The Heatley court expressly stated that there was conflicting evidence on the factors for forfeiture relief. Those underlying fact issues had to go the jury, and the trial court had no authority to resolve them. The court of appeals held that there were no forfeiture factors submitted to the jury. It would seem that this case should fall under Texas Rule of Civil Procedure 279. “Upon appeal all independent grounds of recovery or of defense not conclusively established under the evidence and no element of which is submitted or requested are waived.”  Tex. R. Civ. P. 279; Eagle Oil & Gas Co. v. Shale Expl., LLC, 549 S.W.3d 256, 281 (Tex. App.—Houston [1st Dist.] 2018, pet. dism’d). Where a party fails to submit any element of its claim or affirmative defense, that claim or defense is waived unless the evidence conclusively establishes it under the law. Gulf States Utils. Co. v. Law, 79 S.W.3d 561, 565 (Tex. 2002); T.O. Stanley Boot Co. v. Bank of El Paso, 847 S.W.2d 218, 222-23 (Tex. 1992); Harmes v. Arklates Corp., 615 S.W.2d 177, 179 (Tex. 1981). The court of appeals should have reversed and rendered that the plaintiffs waived their right to forfeiture relief by failing to submit questions to support its claim.

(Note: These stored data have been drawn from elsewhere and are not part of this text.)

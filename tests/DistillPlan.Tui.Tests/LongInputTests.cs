using DistillPlan.Tui.Model;
using Terminal.Gui.Input;

namespace DistillPlan.Tui.Tests;

/// <summary>
/// Issue 14, item 1: a paste of 3,000 characters into the charge field froze the screen for minutes
/// (Terminal.Gui's text field slows with every character it holds). Entries now take a bounded
/// amount and say so; nothing here is timed.
/// </summary>
[Collection(TerminalCollection.Name)]
public sealed class LongInputTests
{
    [Fact]
    public void A_paste_of_thousands_of_characters_into_the_charge_is_cut_at_the_limit_and_the_field_says_so()
    {
        var held = new HeldScheduler();
        using var h = new PlannerHarness(vm: new PlannerViewModel(TestLibrary.Library) { Scheduler = held });
        h.Window.Charge.ChargeEntry.SetFocus();
        h.Type(string.Concat(Enumerable.Repeat("ethanol=1,", 300)));
        Assert.True(h.Vm.Document.Charge.Length <= Views.EntryLimit.Field, $"{h.Vm.Document.Charge.Length} characters taken");
        Assert.Contains("limit: 400 characters", h.Screen());
        // Planning is requested per edit but only the last request matters; the edits stop at the limit.
        Assert.True(held.Held.Count <= Views.EntryLimit.Field + 1);
    }

    [Fact]
    public void The_search_takes_a_name_length_and_no_more()
    {
        using var h = new PlannerHarness();
        h.Type(new string('x', 500));
        Assert.True(((Terminal.Gui.Views.TextField)h.Window.Charge.SearchField).Text.Length <= Views.EntryLimit.Search);
    }
}
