using DistillPlan.Core.Planning;
using DistillPlan.Core.Quantities;

namespace DistillPlan.Core.Scale;

/// <summary>The heat and gas balance of a boiling charge at one moment (one setpoint, one strip step).</summary>
/// <param name="LiquidM3">Liquid in the pot [m³].</param>
/// <param name="AreaM2">Wetted heated area [m²].</param>
/// <param name="HeatDutyW">Heat into the boiling liquid, U·A·(T_bath − T_boil) [W].</param>
/// <param name="EvaporationMolPerS">Vapour made [mol/s] = duty / ΔHvap of the vapour.</param>
/// <param name="EvaporationGPerH">The same as mass [g/h].</param>
/// <param name="EvaporationMLPerH">The same as condensed liquid [mL/h].</param>
/// <param name="LatentHeatJPerMol">ΔHvap of the vapour [J/mol] (mole-weighted by its composition).</param>
/// <param name="CondenserCapacityW">What the condenser can take [W].</param>
/// <param name="GasLoadM3PerS">Gas the pump must carry, at the pressure and the coolant temperature [m³/s].</param>
/// <param name="PumpSpeedM3PerS">Its pumping speed [m³/s].</param>
/// <param name="SolventToPumpGPerH">Solvent leaving with the gas (saturated at the coolant, plus any uncondensed vapour) [g/h].</param>
/// <param name="Breakthrough">True when nothing condenses at the coolant temperature (all vapour goes to the pump).</param>
public sealed record HeatState(double LiquidM3, double AreaM2, double HeatDutyW, double EvaporationMolPerS, double EvaporationGPerH,
    double EvaporationMLPerH, double LatentHeatJPerMol, double CondenserCapacityW, double GasLoadM3PerS, double PumpSpeedM3PerS,
    double SolventToPumpGPerH, bool Breakthrough)
{
    /// <summary>Condenser duty as a share of its capacity (∞ with no capacity).</summary>
    public double CondenserShare => CondenserCapacityW > 0 ? HeatDutyW / CondenserCapacityW : double.PositiveInfinity;
    /// <summary>Gas load as a share of the pumping speed.</summary>
    public double PumpShare => GasLoadM3PerS / PumpSpeedM3PerS;
    /// <summary>Solvent lost to the pump as a share of what evaporates, or null when nothing evaporates.</summary>
    public double? LossShare => EvaporationGPerH > 0 ? SolventToPumpGPerH / EvaporationGPerH : null;
}

/// <summary>
/// Heat in, vapour out, what the condenser and the pump see (docs/methods.md, Heat and time):
/// Q = U·A·(T_bath − T_boil); the evaporation rate is Q/ΔHvap at the boiling temperature with
/// ΔHvap weighted by the vapour's composition; the condenser takes the rated figure or
/// U_c·A_c·ΔT_lm; the gas leaving it is saturated with the condensate at the coolant temperature
/// (m_solvent per mol of air = p_s/(P − p_s)), and the pump carries leak air, that vapour and
/// whatever the condenser could not take, as n·R·T/P.
/// </summary>
public static class HeatBalance
{
    /// <summary>The balance at one moment.</summary>
    /// <param name="setup">Sizes and rules of thumb.</param>
    /// <param name="system">Equilibrium model (for the condensate's vapour pressure at the coolant).</param>
    /// <param name="vapor">Vapour mole fractions in component order.</param>
    /// <param name="liquidM3">Liquid in the pot [m³].</param>
    /// <param name="boiling">Boiling (vapour) temperature.</param>
    /// <param name="bath">Bath or jacket temperature.</param>
    /// <param name="pressure">System pressure.</param>
    /// <param name="coolant">Coolant inlet temperature.</param>
    public static HeatState At(ScaleSetup setup, IBoilingSystem system, IReadOnlyList<double> vapor, double liquidM3,
        Temperature boiling, Temperature bath, Pressure pressure, Temperature coolant)
    {
        var solvents = system.Components;
        double area = setup.Geometry.WettedAreaM2(liquidM3);
        double duty = setup.UWPerM2K * area * Math.Max(0, bath.Kelvin - boiling.Kelvin);
        double latent = 0, molarMassG = 0, molarVolume = 0;
        for (int i = 0; i < solvents.Count; i++)
        {
            latent += vapor[i] * solvents[i].EnthalpyJPerMol(boiling.Kelvin);
            molarMassG += vapor[i] * solvents[i].MolarMassGPerMol;
            molarVolume += vapor[i] * (solvents[i].MolarVolumeM3PerMol ?? 0);
        }
        if (!(latent > 0)) throw new InvalidOperationException($"no enthalpy of vaporization at {boiling}");
        double evaporation = duty / latent;
        double capacity = setup.Condenser.CapacityW(boiling, coolant);
        double uncondensed = Math.Max(0, duty - capacity) / latent;

        double air = setup.LeakAirKgPerS / (PhysicalConstants.AirMolarMassGPerMol / 1000);
        double p = pressure.Pascal;
        double ps;
        try { ps = system.BubblePressure(coolant.Kelvin, [.. vapor]).PressurePa; }
        catch (DistillPlanException) { ps = double.NaN; }
        bool breakthrough = !(ps < p);
        double saturated = breakthrough ? 0 : air * ps / (p - ps);
        double toPump = breakthrough ? evaporation : Math.Min(evaporation, saturated + uncondensed);
        double gas = (air + toPump) * PhysicalConstants.GasConstant * coolant.Kelvin / p;
        return new HeatState(liquidM3, area, duty, evaporation, evaporation * molarMassG * 3600, evaporation * molarVolume * 1e6 * 3600,
            latent, capacity, gas, setup.PumpSpeedM3PerS, toPump * molarMassG * 3600, breakthrough);
    }

    /// <summary>Liquid volume of these amounts [m³] (tabulated densities, ideal mixing; a product's own volume is left out).</summary>
    public static double LiquidM3(IReadOnlyList<Library.Solvent> solvents, Func<string, double> molesOf) =>
        solvents.Sum(s => molesOf(s.Name) * (s.MolarVolumeM3PerMol ?? 0));
}
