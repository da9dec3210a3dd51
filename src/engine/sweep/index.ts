export { Sweep } from './engine';
export { validateSweepPlan, type SweepPlan, type SweepProgress, type SweepResult } from './plan';
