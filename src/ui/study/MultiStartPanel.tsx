import { useShownView } from '../view/use-shown-view';
import { useEffect, useRef, useState } from 'react';
import { drawStarts, hasParameterGroups, summariseStarts, type MultiStartSpec, type MultiStartSummary, type StartDistribution, type StartResult, type ToleranceTarget } from '../../engine';
import { STUDY_CSV, studyCsv, studyRows } from '../../io/study-csv';
import { studyOfKind } from '../../store/app-store';
import { useActions, useApp } from '../app-context';
import { chooseLossAxis } from '../chart/loss-chart';
import { download } from '../export/download';
import { useMainThreadSurface } from '../view/use-surface';
import { drawBandChart } from './band-chart';
import { basinRadiusOf, knownMinima, studyTarget } from './basin-inputs';
import { useStudy, useStudyStore } from './study-context';
import { FigureExport, sizeOf } from '../figure/FigureExport';
import { multiStartFigure } from '../figure/views/study-figures';

type DistributionChoice = 'uniform' | 'gaussian' | 'glorot' | 'he';

/**
 * Multi-start: N seeded starts of the selected run's configuration; success rate, final-loss spread,
 * steps to tolerance, outcomes, and the median and quartile band of the loss across starts. The study
 * last started here, or opened from a file, is the workspace's set-up multi-start (saved in the
 * experiment file, with this panel's current settings); "Run as set up" runs it exactly as written.
 */
export function MultiStartPanel() {
  const study = useStudyStore();
  const all = useStudy((s) => s);
  const runs = useApp((s) => s.workspace.runs);
  const selected = useApp((s) => s.selectedRunId);
  const surfaceSpec = useApp((s) => s.workspace.surface);
  const info = useApp((s) => s.surfaceInfo);
  const view = useShownView();
  const tolerance = useApp((s) => s.workspace.tolerance);
  const surface = useMainThreadSurface(surfaceSpec);
  // The surface the shown study ran on (the page's may have changed since).
  const studySurface = useMainThreadSurface(all.surface ?? surfaceSpec);
  const actions = useActions();
  const setUp = useApp((s) => studyOfKind(s.workspace.studies, 'multi-start'));
  const [choice, setChoice] = useState<DistributionChoice>(setUp?.distribution.kind ?? 'uniform');
  const [count, setCount] = useState(setUp?.count ?? 100);
  const [sd, setSd] = useState(setUp?.distribution.kind === 'gaussian' && typeof setUp.distribution.sd === 'number' ? setUp.distribution.sd : 0.5);
  const [startSeed, setStartSeed] = useState(setUp?.startSeed ?? 1);
  useEffect(() => {
    if (!setUp) return;
    setChoice(setUp.distribution.kind);
    setCount(setUp.count);
    setStartSeed(setUp.startSeed);
    if (setUp.distribution.kind === 'gaussian' && typeof setUp.distribution.sd === 'number') setSd(setUp.distribution.sd);
  }, [setUp]);
  const canvas = useRef<HTMLCanvasElement>(null);
  const body = useRef<HTMLDivElement>(null);
  const config = runs.find((r) => r.id === selected) ?? runs[0];
  const network = !!surface && hasParameterGroups(surface);
  const mine = all.spec?.kind === 'multi-start';
  const spec = mine ? (all.spec as MultiStartSpec) : null;
  const knownMinimum = info.knownPoints.filter((p) => p.kind === 'global-min').reduce<number | null>((m, p) => (m === null ? p.value : Math.min(m, p.value)), null);

  const distribution = (kind = choice, spread = sd): StartDistribution => {
    if (kind === 'uniform') return { kind: 'uniform', box: info.view.map(([lo, hi]) => [lo, hi] as [number, number]) };
    if (kind === 'gaussian') return { kind: 'gaussian', centre: setUp?.distribution.kind === 'gaussian' && !config ? setUp.distribution.centre : config!.settings.start.slice(), sd: spread };
    return { kind };
  };
  /** A changed setting also changes the set-up study, so the saved experiment has the panel's settings. */
  const patch = (p: Partial<MultiStartSpec>) => {
    if (setUp) actions.setStudy({ ...setUp, ...p });
  };
  let problem: string | null = !config ? 'Add a run first: the starts use its optimizer and stop rules.' : null;
  if (!problem && surface) {
    try {
      drawStarts(distribution(), surface.dimension, 1, startSeed, hasParameterGroups(surface) ? surface.parameterGroups : undefined);
      if (!(Number.isInteger(count) && count >= 1 && count <= 10_000)) problem = `number of starts must be a whole number from 1 to 10000, got ${count}`;
    } catch (e) {
      problem = (e as Error).message;
    }
  }

  const start = () => {
    if (!config || problem) return;
    const s: MultiStartSpec = { kind: 'multi-start', optimizer: config.optimizer, stop: config.settings.stop, seed: config.settings.seed, distribution: distribution(), count, startSeed };
    actions.setStudy(s);
    study.start({ surface: surfaceSpec, variables: info.variables, spec: s, configLabel: config.label, known: knownMinima(info.knownPoints), basinRadius: basinRadiusOf(view), target: studyTarget(info.knownPoints, tolerance) });
  };
  const runSetUp = () => {
    if (setUp) study.start({ surface: surfaceSpec, variables: info.variables, spec: setUp, configLabel: 'the set-up starts', known: knownMinima(info.knownPoints), basinRadius: basinRadiusOf(view), target: studyTarget(info.knownPoints, tolerance) });
  };

  const results: StartResult[] = [];
  if (mine && all.cells) {
    const n = all.variables.length;
    for (let c = 0; c < all.cells.filled.length; c++) {
      const outcome = all.cells.outcomes[c];
      if (all.cells.filled[c] && outcome) results.push({ outcome, finalLoss: all.cells.loss[c], endPoint: all.cells.endPoints.subarray(c * n, (c + 1) * n), stepsToTolerance: all.cells.stepsToTolerance[c] >= 0 ? all.cells.stepsToTolerance[c] : null });
    }
  }
  const summary = results.length ? summariseStarts(results, tolerance, knownMinimum) : null;

  useEffect(() => {
    const c = canvas.current;
    const ctx = c?.getContext('2d');
    if (!c || !ctx) return;
    ctx.clearRect(0, 0, c.width, c.height);
    if (!mine || !all.bands) return;
    drawBandChart(ctx, { width: c.width, height: c.height }, all.bands, chooseLossAxis([], knownMinimum));
  }, [mine, all.bands, knownMinimum]);

  const exportCsv = () => {
    const cells = all.cells;
    if (!spec || !cells || !studySurface) return;
    const rows = studyRows(spec, studySurface, cells, (c) => (cells.basin[c] >= 0 ? all.basinLabels[cells.basin[c]] : null));
    download(`${STUDY_CSV['multi-start'].file}.csv`, studyCsv(STUDY_CSV['multi-start'].name, all.variables, rows), 'text/csv');
  };

  const pct = (v: number) => `${(100 * v).toFixed(1)}%`;
  const formatValue = (v: number) => (Number.isFinite(v) ? String(+v.toPrecision(3)) : String(v));
  return (
    <section className="study-panel" aria-label="Multi-start" data-testid="multi-start">
      <h2>Multi-start</h2>
      <p className="study-help">
        {config ? `Runs “${config.label}” from many seeded starts` : 'Runs one configuration from many seeded starts'}: how often it reaches the best minimum, how the final loss spreads, and the median and quartile band of the loss across starts.
      </p>
      <div className="study-controls">
        <label>
          starts from{' '}
          <select
            value={choice}
            onChange={(e) => {
              const kind = e.target.value as DistributionChoice;
              setChoice(kind);
              if (config || kind !== 'gaussian') patch({ distribution: distribution(kind) });
            }}
          >
            <option value="uniform">uniform over the surface's box</option>
            <option value="gaussian">Gaussian around the run's start</option>
            {network && <option value="glorot">Glorot uniform (network weights)</option>}
            {network && <option value="he">He normal (network weights)</option>}
          </select>
        </label>
        {choice === 'gaussian' && (
          <label>
            standard deviation <input type="number" value={sd} step="any" min={0} onChange={(e) => {
              setSd(Number(e.target.value));
              const v = Number(e.target.value);
              if (setUp?.distribution.kind === 'gaussian' && v >= 0 && Number.isFinite(v)) patch({ distribution: { ...setUp.distribution, sd: v } });
            }} style={{ width: '5rem' }} />
          </label>
        )}
        <label>
          number of starts <input type="number" value={count} min={1} max={10000} onChange={(e) => {
              setCount(Number(e.target.value));
              const v = Number(e.target.value);
              if (Number.isInteger(v) && v >= 1 && v <= 10_000) patch({ count: v });
            }} style={{ width: '5rem' }} />
        </label>
        <label>
          seed of the starts <input type="number" value={startSeed} onChange={(e) => {
              setStartSeed(Number(e.target.value));
              if (Number.isFinite(Number(e.target.value))) patch({ startSeed: Number(e.target.value) });
            }} style={{ width: '4rem' }} />
        </label>
        {mine && all.status === 'running' ? (
          <button type="button" onClick={() => study.cancel()}>Cancel starts</button>
        ) : (
          <button type="button" onClick={start} disabled={!!problem}>Run starts</button>
        )}
        {setUp && !(mine && all.status === 'running') && <button type="button" onClick={runSetUp} data-testid="multi-start-run-set-up">Run as set up</button>}
        <button type="button" onClick={exportCsv} disabled={!mine || !all.cells || all.done === 0}>Starts CSV</button>
        <FigureExport
          name="Multi-start" fileName="fall-line-multi-start" disabled={!mine || !all.bands || !summary} screenSize={() => sizeOf(body.current)}
          figure={() => mine && spec && all.bands && summary ? multiStartFigure({ bands: all.bands, axis: chooseLossAxis([], knownMinimum), summary: summaryLines(summary, tolerance, all.target, all.cells!.basin, all.basinLabels), count: spec.count, configLabel: all.configLabel, surfaceLabel: info.label }) : null}
        />
        {mine && all.total > 0 && (
          <span className="study-progress" data-status={all.status}>
            <progress max={all.total} value={all.done} aria-label="Starts done" /> {all.done} / {all.total} runs
            {all.status === 'done' ? ` in ${(all.elapsedMs / 1000).toFixed(1)} s` : all.status === 'cancelled' ? ' (cancelled)' : ''}
          </span>
        )}
      </div>
      {setUp && (
        <p className="study-help" data-testid="multi-start-set-up">
          Set up (saved with the experiment): {setUp.count} starts, {setUp.distribution.kind} (seed {setUp.startSeed}); {setUp.optimizer.kind} at learning rate {String(+setUp.optimizer.learningRate.toPrecision(4))}, at most {setUp.stop.maxSteps} steps
        </p>
      )}
      {problem && <p className="field-error">{problem}</p>}
      {mine && all.message && <p className="field-error" role="alert">{all.message}</p>}
      {summary && (
        <div className="study-body" ref={body}>
          <table className="study-legend" data-testid="multi-start-summary">
            <caption>Over {summary.runs} starts (tolerance {tolerance} above the {summary.target.source})</caption>
            <tbody>
              <tr data-key="success"><th scope="row">success rate</th><td data-value={summary.successRate}>{pct(summary.successRate)} ({summary.successes} converged within the tolerance of {formatValue(summary.target.loss)})</td></tr>
              <tr><th scope="row">converged</th><td>{summary.converged}</td></tr>
              <tr><th scope="row">final loss</th><td>min {formatValue(summary.finalLoss.min)}, quartiles {formatValue(summary.finalLoss.q1)} / {formatValue(summary.finalLoss.median)} / {formatValue(summary.finalLoss.q3)}, max {formatValue(summary.finalLoss.max)}</td></tr>
              <tr data-key="steps-to-tolerance"><th scope="row">steps to tolerance</th><td data-reached={summary.stepsToTolerance.reached} data-median={summary.stepsToTolerance.median}>{toleranceText(summary, all.target)}</td></tr>
              <tr><th scope="row">outcomes</th><td data-testid="multi-start-outcomes">{Object.entries(summary.outcomes).map(([k, v]) => `${k} ${v}`).join(', ')}</td></tr>
              <tr><th scope="row">ended in</th><td>{countBasins(all.cells!.basin, all.basinLabels)}</td></tr>
            </tbody>
          </table>
          <figure className="start-map-figure" style={{ width: 420 }}>
            <canvas ref={canvas} width={420} height={220} data-testid="multi-start-bands" aria-label="Median and quartile band of the loss across starts" />
            <figcaption className="start-map-axes">median (line) and 25–75% band of the loss across starts; a run that ended keeps its last loss</figcaption>
          </figure>
        </div>
      )}
    </section>
  );
}

/** The summary table's rows as lines of text, for the figure's key. */
function summaryLines(summary: MultiStartSummary, tolerance: number, target: ToleranceTarget | null, basin: Int32Array, labels: readonly string[]): string[] {
  const v = (x: number) => (Number.isFinite(x) ? String(+x.toPrecision(3)) : String(x));
  return [
    `success rate ${(100 * summary.successRate).toFixed(1)}% (${summary.successes} of ${summary.runs} within ${tolerance} of ${v(summary.target.loss)}, the ${summary.target.source})`,
    `final loss: min ${v(summary.finalLoss.min)}, quartiles ${v(summary.finalLoss.q1)} / ${v(summary.finalLoss.median)} / ${v(summary.finalLoss.q3)}, max ${v(summary.finalLoss.max)}`,
    `steps to tolerance: ${toleranceText(summary, target)}`,
    `outcomes: ${Object.entries(summary.outcomes).map(([k, c]) => `${k} ${c}`).join(', ')}`,
    `ended in: ${countBasins(basin, labels)}`,
  ];
}

/**
 * The steps-to-tolerance line: median and quartiles over the starts that reached the tolerance, how
 * many did, and what it was measured against (the study's target, fixed when it started).
 */
function toleranceText(summary: MultiStartSummary, target: ToleranceTarget | null): string {
  if (!target) return 'not measured: the surface has no known minimum to measure the tolerance from';
  const s = summary.stepsToTolerance;
  const against = `loss within ${target.tolerance} of the known minimum's ${+target.value.toPrecision(6)}`;
  if (s.reached === 0) return `no start reached it (${against})`;
  return `median ${+s.median.toPrecision(4)}, quartiles ${+s.q1.toPrecision(4)} / ${+s.q3.toPrecision(4)}, over the ${s.reached} of ${summary.runs} starts that reached it (${against})`;
}

function countBasins(basin: Int32Array, labels: readonly string[]): string {
  const counts = new Map<number, number>();
  for (const b of basin) if (b >= 0) counts.set(b, (counts.get(b) ?? 0) + 1);
  return [...counts].sort((a, b) => a[0] - b[0]).map(([b, c]) => `${labels[b]}: ${c}`).join('; ') || 'no basin';
}
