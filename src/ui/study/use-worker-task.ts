import { useState } from 'react';

/**
 * A one-off request to the study worker from a panel: `run(task)` marks the panel busy, clears the
 * last problem, and records the task's error message if it fails; the result goes wherever the task
 * puts it. Keeps the busy / error bookkeeping in one place for every such panel.
 */
export function useWorkerTask(initialProblem: string | null = null) {
  const [busy, setBusy] = useState(false);
  const [problem, setProblem] = useState<string | null>(initialProblem);
  const run = async (task: () => Promise<void>) => {
    setBusy(true);
    setProblem(null);
    try {
      await task();
    } catch (e) {
      setProblem((e as Error).message);
    } finally {
      setBusy(false);
    }
  };
  return { busy, problem, setProblem, run };
}
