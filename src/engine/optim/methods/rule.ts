import { adamRule } from '../../rules/library';
import { compileRule } from '../../rules/compile';
import { RuleSyntaxError } from '../../rules/errors';
import { MAX_RULE_LENGTH } from '../../rules/parse';
import { ruleOptimizer } from '../../rules/optimizer';
import { isPlainObject, show } from '../checks';
import type { HyperparameterInfo } from '../settings';
import { defineMethod } from './method';

/** The spec's rule field checked, or the [field, message] saying what is wrong with it. */
function ruleField(raw: Record<string, unknown>): { name: string; text: string } | [string, string] {
  const rule = raw.rule;
  if (rule === undefined) return ['rule', 'a rule optimizer needs its rule: { name, text }'];
  if (!isPlainObject(rule)) return ['rule', `rule must be an object { name, text }, got ${show(rule)}`];
  for (const key of Object.keys(rule)) if (key !== 'name' && key !== 'text') return [`rule.${key}`, `unknown field 'rule.${key}'`];
  if (typeof rule.name !== 'string' || rule.name.trim() === '') return ['rule.name', `rule.name must be a non-empty string, got ${show(rule.name)}`];
  if (typeof rule.text !== 'string') return ['rule.text', `rule.text must be a string, got ${show(rule.text)}`];
  if (rule.text.length > MAX_RULE_LENGTH) return ['rule.text', `rule.text is too long (${rule.text.length} characters, at most ${MAX_RULE_LENGTH})`];
  return { name: rule.name, text: rule.text };
}

/**
 * Kind 'rule': an optimizer written as a few lines of state updates in the rule language (see
 * src/engine/rules and its README.md), compiled into one generated function. Its
 * settings are the rule's `hyper` lines (any finite number; the rule says what makes sense); the
 * learning-rate schedule, clipNorm and l2Penalty apply as for the built-in first-order kinds (the
 * rule reads the scheduled rate as `lr`, and `g` after clipping and the penalty). Decoupled weight
 * decay is written into the rule itself (as Lion's `decay`), so the top-level weightDecay is refused.
 */
export const rule = defineMethod({
    kind: 'rule',
    label: 'Own update rule',
    defaultLearningRate: adamRule.defaultLearningRate,
    family: 'first-order',
    settings: {},
    defaultWeightDecay: 0,
    summary: 'An optimizer written as a few lines of per-parameter state updates.',
    source: 'The rule text; the library rules cite their papers.',
  settingsOf(raw) {
    const field = ruleField(raw);
    if (Array.isArray(field)) return { field: field[0], message: field[1] };
    try {
      const settings = compileRule(field.text).hyperparameters.map(
        (h): HyperparameterInfo => ({ name: h.name, label: h.name, default: h.default, help: `Declared in the rule as hyper ${h.name} = ${h.default}.` }),
      );
      return { settings };
    } catch (error) {
      if (error instanceof RuleSyntaxError) return { field: 'rule.text', message: error.errors[0].message };
      throw error;
    }
  },
  crossChecks: (_settings, spec) => (spec.weightDecay > 0 ? [['weightDecay', 'weightDecay does not apply to a rule; write the decay into the rule (as Lion does)']] : []),
  // The rule's own settings are not declared (they come from its text), so they are read from the spec.
  build(_settings, spec) {
    const r = spec.rule!;
    return ruleOptimizer(compileRule(r.text), {
      label: r.name,
      hyper: spec.hyper as Record<string, number>,
      learningRate: spec.learningRate,
      schedule: spec.schedule,
      clipNorm: spec.clipNorm,
      l2Penalty: spec.l2Penalty,
    });
  },
});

The court of appeals in Heatley, however, held in a footnote that Rule 279 does not apply to equitable relief: “the jury never considers the “elements” of fee forfeiture; that inquiry is specifically reserved to the trial court in its equitable capacity, and thus Rule 279 has no operation here.” Michael D. Heatley v. Red Oak 86, L.P. & Charles Johnson, 2020 Tex. App. LEXIS 6592, n. 4. But this ignores the fact that fact issues must be submitted to a jury before a trial court can award equitable relief.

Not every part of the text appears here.